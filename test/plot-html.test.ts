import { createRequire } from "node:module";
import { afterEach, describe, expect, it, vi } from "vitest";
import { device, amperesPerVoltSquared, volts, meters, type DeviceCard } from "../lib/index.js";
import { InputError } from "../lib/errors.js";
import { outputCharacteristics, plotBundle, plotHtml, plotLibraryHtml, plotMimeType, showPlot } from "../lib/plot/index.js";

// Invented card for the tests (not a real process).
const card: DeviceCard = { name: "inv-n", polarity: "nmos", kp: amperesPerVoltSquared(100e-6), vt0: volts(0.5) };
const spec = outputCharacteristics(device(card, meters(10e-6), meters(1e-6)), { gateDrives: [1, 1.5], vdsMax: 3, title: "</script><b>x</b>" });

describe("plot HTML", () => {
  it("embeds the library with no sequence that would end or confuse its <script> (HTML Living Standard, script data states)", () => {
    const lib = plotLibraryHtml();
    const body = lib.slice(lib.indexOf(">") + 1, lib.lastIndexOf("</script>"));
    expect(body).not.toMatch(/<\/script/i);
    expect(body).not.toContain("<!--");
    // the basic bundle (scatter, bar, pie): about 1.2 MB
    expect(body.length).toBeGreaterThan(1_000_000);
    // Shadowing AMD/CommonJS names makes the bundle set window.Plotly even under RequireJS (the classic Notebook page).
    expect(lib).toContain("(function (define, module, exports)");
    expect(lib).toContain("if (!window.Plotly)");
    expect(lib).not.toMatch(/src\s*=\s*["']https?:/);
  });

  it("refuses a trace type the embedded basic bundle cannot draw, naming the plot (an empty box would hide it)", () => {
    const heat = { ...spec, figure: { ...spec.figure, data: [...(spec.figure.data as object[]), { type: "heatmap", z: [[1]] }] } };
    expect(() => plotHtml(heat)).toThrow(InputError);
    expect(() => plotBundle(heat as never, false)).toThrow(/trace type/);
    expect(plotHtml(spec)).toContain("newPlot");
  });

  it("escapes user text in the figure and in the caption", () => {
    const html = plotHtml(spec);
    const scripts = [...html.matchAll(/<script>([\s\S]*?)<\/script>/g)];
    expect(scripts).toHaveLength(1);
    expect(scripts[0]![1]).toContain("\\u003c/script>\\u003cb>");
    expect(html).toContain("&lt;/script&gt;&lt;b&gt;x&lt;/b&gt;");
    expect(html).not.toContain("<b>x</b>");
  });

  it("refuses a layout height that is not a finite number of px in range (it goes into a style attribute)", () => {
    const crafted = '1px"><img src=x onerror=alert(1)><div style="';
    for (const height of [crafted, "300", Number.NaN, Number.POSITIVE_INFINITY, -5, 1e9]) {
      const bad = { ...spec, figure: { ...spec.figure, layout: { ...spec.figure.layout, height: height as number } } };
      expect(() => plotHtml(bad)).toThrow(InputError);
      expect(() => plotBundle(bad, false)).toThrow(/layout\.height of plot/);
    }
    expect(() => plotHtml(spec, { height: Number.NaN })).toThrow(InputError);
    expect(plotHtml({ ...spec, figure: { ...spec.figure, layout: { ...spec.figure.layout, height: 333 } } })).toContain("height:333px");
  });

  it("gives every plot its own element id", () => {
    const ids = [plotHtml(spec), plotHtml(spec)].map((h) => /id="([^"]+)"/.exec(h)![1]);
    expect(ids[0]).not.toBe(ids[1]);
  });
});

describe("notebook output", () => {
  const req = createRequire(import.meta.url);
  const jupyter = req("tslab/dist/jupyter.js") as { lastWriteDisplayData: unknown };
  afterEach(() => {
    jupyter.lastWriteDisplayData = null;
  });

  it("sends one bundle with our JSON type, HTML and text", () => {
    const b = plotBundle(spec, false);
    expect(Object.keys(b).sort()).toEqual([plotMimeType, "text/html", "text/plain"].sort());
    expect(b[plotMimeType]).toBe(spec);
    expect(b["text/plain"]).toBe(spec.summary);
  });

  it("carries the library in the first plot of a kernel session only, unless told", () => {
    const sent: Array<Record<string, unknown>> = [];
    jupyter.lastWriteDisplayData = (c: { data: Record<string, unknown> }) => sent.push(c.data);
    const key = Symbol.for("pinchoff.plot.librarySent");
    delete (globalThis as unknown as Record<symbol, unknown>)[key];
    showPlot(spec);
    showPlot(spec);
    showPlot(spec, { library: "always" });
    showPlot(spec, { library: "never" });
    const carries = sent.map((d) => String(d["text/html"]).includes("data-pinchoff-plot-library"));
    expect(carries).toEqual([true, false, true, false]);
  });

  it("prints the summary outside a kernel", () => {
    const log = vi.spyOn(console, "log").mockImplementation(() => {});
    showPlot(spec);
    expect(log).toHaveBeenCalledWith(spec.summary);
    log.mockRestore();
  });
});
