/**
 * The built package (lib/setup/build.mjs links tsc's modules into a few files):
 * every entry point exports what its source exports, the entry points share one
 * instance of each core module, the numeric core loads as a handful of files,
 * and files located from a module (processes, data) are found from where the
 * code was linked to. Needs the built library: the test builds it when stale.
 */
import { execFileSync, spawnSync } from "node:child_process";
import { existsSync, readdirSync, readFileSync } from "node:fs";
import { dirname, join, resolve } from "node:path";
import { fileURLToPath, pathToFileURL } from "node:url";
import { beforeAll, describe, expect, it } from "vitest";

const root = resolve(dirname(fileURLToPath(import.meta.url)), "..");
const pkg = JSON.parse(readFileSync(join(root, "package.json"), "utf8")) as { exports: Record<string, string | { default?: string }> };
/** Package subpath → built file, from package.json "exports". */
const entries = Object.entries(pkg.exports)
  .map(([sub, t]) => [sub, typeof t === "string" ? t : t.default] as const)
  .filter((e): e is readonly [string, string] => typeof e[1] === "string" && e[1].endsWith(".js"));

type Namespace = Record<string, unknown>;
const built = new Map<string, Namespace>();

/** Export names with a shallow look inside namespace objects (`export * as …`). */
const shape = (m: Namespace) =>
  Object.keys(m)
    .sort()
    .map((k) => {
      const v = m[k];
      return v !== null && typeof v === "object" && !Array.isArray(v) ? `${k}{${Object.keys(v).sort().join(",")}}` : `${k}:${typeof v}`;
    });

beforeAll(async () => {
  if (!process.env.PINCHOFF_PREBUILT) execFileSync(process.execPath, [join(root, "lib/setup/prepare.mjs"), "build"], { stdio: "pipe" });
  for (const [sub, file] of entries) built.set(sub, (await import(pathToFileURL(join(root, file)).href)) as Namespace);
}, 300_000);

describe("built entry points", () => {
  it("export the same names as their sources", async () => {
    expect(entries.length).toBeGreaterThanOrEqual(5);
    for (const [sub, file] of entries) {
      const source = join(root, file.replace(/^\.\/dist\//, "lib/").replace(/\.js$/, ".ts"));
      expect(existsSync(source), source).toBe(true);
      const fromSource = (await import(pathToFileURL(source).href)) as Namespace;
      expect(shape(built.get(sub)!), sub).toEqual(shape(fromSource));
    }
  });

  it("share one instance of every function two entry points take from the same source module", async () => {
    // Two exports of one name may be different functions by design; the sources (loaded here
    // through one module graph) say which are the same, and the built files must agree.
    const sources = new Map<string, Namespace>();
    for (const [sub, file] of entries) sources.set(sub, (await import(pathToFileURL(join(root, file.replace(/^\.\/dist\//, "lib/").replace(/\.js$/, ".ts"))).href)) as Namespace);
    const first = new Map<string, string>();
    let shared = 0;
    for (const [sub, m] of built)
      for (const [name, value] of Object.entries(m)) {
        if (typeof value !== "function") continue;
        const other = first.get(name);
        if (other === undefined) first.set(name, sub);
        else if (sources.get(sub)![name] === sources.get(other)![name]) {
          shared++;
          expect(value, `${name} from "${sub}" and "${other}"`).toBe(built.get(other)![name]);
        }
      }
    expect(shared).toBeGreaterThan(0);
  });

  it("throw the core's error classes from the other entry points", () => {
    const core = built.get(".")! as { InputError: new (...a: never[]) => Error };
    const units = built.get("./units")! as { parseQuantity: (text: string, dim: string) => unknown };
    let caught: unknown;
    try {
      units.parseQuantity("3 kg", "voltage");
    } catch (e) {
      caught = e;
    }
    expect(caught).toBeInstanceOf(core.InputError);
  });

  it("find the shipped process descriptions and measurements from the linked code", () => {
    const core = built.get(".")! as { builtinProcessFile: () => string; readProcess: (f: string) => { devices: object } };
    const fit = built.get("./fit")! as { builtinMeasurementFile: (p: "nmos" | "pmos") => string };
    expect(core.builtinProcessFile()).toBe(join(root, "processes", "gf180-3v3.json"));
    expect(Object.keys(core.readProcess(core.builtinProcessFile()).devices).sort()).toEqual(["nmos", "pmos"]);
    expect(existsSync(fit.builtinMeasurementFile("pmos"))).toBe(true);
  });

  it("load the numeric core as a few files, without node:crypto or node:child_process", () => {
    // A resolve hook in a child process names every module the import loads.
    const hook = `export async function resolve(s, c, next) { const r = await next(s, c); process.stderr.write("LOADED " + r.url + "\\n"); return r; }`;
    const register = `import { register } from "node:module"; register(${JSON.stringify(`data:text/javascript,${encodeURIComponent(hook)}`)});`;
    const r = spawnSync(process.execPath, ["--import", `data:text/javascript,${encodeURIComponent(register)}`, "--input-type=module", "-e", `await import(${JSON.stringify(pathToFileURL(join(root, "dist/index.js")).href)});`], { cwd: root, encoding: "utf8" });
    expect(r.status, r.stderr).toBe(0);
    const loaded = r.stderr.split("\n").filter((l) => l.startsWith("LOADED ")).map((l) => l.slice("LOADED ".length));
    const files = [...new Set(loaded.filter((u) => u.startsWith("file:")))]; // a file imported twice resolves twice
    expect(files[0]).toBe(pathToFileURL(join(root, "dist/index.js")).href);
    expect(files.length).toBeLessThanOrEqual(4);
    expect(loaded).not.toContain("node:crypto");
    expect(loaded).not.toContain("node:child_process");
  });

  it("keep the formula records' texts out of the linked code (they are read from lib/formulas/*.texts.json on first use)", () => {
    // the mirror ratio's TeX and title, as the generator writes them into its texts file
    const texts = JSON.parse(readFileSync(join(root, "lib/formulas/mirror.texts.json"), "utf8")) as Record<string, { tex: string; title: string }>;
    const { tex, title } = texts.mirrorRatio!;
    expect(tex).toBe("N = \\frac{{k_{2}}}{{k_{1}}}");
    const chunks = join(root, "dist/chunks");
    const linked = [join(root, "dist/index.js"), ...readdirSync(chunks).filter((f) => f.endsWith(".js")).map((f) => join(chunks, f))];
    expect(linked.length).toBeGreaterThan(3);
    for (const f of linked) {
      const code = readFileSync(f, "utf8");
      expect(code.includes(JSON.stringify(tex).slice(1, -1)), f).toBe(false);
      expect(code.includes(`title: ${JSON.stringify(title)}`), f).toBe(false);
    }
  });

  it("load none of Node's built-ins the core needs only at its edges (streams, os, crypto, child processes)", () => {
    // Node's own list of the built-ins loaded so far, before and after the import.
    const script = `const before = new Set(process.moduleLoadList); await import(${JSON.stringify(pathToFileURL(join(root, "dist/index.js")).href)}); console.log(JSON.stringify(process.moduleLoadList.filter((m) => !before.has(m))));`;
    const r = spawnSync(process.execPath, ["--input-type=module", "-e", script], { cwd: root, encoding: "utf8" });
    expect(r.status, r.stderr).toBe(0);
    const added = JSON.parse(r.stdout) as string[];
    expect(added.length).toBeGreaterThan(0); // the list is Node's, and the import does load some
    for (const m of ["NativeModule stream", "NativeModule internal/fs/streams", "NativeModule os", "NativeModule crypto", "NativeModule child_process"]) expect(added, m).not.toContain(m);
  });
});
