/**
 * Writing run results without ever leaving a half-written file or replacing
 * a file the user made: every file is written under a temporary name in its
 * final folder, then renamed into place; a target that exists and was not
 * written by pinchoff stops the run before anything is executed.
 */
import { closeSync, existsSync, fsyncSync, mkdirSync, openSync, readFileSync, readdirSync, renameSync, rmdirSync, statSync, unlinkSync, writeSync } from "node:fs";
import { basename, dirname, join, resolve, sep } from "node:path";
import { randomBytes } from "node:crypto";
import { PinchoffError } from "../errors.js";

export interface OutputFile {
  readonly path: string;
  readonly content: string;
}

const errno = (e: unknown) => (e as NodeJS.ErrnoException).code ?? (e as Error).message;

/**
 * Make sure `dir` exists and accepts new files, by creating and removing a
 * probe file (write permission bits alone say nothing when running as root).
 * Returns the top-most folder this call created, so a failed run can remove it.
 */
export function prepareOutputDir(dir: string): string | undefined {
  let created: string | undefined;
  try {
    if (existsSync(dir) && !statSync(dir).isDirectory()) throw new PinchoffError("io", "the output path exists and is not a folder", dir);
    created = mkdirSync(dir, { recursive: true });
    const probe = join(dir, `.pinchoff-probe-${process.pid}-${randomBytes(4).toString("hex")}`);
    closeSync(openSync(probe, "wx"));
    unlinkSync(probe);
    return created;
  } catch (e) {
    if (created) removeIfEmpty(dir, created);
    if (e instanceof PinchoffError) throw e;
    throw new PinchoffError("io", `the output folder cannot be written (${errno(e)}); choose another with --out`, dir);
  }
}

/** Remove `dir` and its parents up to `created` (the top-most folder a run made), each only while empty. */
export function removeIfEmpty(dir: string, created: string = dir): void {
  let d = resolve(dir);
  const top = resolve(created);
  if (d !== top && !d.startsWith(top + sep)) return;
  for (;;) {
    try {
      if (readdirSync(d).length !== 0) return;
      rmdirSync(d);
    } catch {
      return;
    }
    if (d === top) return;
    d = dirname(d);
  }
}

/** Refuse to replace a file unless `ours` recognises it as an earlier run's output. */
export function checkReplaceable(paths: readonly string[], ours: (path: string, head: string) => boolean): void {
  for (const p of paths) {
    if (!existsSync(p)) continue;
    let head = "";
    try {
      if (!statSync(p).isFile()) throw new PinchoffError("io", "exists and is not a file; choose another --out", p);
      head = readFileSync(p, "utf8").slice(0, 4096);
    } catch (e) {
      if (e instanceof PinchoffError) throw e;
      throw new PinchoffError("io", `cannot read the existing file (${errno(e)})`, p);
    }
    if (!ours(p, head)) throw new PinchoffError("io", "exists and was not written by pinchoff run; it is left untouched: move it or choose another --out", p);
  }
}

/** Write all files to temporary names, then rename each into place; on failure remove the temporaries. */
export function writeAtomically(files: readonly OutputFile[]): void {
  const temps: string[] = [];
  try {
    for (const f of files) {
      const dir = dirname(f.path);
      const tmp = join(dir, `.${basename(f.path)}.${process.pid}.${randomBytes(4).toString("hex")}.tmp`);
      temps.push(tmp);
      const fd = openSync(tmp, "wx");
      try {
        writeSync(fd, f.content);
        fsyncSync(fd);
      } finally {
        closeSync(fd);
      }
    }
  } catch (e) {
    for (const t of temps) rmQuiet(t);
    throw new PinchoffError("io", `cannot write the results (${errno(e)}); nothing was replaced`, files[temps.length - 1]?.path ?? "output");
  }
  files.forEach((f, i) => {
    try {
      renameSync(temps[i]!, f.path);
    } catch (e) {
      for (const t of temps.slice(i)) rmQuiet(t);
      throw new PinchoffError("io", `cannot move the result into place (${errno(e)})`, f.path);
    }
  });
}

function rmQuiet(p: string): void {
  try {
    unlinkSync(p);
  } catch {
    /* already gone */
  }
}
···
• ABOUT THIS EXERCISE: One stretch of the lines above is wanted, from the line that contains "expect(existsSync(source), source).toBe(true);" through the line that contains "new (...a: never[])". Output it exactly.

• EXERCISE SOLUTION:
      expect(existsSync(source), source).toBe(true);
      const fromSource = (await import(pathToFileURL(source).href)) as Namespace;
      expect(shape(built.get(sub)!), sub).toEqual(shape(fromSource));
    }
  });

  it("share one instance of every function two entry points take from the same source module", async () => {
    // Two exports of one name may be different functions by design; the sources (loaded here
    // through one module graph) say which are the same, and the built files must agree.
    const sources = new Map<string, Namespace>();
    for (const [sub, file] of entries) sources.set(sub, (await import(pathToFileURL(join(root, file.replace(/^\.\/dist\//, "lib/").replace(/\.js$/, ".ts"))).href)) as Namespace);
    const first = new Map<string, string>();
    let shared = 0;
    for (const [sub, m] of built)
      for (const [name, value] of Object.entries(m)) {
        if (typeof value !== "function") continue;
        const other = first.get(name);
        if (other === undefined) first.set(name, sub);
        else if (sources.get(sub)![name] === sources.get(other)![name]) {
          shared++;
          expect(value, `${name} from "${sub}" and "${other}"`).toBe(built.get(other)![name]);
        }
      }
    expect(shared).toBeGreaterThan(0);
  });

  it("throw the core's error classes from the other entry points", () => {
    const core = built.get(".")! as { InputError: new (...a: never[]) => Error };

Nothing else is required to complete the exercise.